[Assignment]:
If a line in the material below has the word "patch", copy it.

[Data provided]:
━━━━━━━━━━
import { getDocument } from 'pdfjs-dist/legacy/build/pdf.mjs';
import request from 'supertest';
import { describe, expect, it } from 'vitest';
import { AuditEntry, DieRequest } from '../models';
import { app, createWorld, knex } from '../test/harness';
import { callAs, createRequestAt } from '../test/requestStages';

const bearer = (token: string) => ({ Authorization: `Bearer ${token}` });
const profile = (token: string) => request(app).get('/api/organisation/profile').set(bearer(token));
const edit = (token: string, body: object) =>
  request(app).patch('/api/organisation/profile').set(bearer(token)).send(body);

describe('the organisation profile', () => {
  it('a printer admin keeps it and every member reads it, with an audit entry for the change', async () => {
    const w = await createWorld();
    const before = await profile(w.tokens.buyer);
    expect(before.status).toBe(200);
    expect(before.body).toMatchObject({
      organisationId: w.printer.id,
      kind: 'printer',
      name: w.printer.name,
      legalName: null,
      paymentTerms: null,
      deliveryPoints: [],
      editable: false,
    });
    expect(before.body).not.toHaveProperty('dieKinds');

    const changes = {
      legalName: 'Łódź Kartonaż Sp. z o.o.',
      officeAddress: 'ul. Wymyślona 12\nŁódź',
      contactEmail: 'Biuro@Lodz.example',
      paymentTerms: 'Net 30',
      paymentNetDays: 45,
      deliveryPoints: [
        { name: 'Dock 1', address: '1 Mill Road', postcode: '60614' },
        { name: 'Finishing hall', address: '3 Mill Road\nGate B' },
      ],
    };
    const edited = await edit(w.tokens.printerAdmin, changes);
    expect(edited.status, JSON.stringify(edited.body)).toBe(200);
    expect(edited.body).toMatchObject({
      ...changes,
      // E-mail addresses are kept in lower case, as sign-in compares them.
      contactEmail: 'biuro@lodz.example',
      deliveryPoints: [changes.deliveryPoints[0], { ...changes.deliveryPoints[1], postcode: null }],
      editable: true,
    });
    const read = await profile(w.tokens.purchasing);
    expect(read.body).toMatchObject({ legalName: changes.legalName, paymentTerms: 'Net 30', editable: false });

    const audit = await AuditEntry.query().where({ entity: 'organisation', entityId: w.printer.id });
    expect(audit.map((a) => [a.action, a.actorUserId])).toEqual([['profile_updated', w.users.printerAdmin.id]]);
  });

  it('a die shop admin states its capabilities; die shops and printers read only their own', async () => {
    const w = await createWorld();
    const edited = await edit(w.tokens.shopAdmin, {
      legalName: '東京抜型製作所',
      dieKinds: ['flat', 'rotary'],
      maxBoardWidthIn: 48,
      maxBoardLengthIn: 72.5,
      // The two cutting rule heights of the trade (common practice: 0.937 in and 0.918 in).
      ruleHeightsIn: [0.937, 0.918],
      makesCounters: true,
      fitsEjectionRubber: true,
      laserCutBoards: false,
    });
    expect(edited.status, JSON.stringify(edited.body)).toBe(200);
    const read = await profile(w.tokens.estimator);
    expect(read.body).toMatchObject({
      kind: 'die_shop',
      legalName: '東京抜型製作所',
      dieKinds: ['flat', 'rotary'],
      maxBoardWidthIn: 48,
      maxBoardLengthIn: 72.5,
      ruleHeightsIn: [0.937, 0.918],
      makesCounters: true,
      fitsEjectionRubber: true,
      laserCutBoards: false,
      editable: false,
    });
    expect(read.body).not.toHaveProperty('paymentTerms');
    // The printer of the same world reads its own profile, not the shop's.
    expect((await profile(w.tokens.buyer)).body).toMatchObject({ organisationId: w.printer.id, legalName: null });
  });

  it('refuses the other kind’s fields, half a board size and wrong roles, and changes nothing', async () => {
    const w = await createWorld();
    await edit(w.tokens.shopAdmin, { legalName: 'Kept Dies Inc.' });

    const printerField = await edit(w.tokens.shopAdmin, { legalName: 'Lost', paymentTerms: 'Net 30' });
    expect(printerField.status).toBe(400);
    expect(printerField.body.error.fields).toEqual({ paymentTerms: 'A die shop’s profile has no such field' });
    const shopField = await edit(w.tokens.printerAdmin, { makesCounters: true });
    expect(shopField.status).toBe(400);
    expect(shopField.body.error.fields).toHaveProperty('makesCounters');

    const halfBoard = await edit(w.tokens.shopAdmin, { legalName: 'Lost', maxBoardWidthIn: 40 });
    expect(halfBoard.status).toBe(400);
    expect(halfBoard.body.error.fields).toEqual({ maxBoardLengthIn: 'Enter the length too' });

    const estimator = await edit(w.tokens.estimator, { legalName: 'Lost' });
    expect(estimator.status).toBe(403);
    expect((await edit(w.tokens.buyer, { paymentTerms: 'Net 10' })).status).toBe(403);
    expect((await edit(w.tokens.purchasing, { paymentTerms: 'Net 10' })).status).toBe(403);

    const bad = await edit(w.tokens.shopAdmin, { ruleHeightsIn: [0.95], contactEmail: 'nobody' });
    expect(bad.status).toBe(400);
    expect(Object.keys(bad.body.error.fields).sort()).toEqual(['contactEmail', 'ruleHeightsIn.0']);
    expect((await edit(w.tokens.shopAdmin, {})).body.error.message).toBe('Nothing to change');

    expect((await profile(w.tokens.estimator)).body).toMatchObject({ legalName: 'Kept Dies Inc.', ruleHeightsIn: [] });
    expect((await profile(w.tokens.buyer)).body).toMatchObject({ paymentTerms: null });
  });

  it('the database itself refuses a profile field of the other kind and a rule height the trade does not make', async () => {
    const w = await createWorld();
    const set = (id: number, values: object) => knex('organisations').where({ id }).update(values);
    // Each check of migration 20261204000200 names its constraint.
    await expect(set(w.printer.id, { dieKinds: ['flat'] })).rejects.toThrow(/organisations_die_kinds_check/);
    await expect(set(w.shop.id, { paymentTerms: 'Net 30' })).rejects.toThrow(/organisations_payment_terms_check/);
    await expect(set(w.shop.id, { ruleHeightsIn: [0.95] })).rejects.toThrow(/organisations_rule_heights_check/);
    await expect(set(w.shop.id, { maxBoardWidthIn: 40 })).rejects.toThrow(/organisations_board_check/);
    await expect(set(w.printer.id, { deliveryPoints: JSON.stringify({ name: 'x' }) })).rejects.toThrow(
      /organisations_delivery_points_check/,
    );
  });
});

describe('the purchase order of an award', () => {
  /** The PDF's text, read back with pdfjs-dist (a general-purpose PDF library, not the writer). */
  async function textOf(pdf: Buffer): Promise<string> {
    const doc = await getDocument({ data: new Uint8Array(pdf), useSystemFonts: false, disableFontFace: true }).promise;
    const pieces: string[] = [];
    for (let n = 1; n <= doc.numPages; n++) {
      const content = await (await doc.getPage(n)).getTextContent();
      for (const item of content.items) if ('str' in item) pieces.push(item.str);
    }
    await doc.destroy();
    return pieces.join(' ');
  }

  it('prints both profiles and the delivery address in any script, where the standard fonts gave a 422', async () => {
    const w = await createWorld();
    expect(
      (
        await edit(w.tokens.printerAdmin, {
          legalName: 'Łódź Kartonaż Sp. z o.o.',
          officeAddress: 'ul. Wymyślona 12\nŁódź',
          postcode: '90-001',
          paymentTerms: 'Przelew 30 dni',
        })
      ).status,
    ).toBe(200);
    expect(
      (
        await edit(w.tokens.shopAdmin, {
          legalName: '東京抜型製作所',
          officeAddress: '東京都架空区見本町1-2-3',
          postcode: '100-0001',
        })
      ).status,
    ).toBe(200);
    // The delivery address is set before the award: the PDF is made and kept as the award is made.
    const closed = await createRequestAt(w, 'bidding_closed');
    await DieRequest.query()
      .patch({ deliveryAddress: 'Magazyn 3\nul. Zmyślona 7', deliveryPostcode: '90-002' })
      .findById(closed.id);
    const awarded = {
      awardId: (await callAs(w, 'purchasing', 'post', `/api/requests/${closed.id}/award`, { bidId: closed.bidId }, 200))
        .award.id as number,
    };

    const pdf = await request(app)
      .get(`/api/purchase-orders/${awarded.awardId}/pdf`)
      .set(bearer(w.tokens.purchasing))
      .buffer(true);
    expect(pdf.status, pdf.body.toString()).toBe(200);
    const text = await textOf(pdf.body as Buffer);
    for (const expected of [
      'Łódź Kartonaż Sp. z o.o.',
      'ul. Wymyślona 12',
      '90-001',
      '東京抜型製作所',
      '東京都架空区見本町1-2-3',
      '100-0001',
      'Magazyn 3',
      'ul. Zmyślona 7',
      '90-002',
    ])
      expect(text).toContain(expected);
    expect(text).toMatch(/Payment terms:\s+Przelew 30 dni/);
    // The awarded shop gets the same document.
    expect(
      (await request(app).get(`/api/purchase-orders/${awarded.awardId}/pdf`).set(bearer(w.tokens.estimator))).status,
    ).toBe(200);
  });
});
━━━━━━━━━━
[Answer space]:
  request(app).patch('/api/organisation/profile').set(bearer(token)).send(body);
      .patch({ deliveryAddress: 'Magazyn 3\nul. Zmyślona 7', deliveryPostcode: '90-002' })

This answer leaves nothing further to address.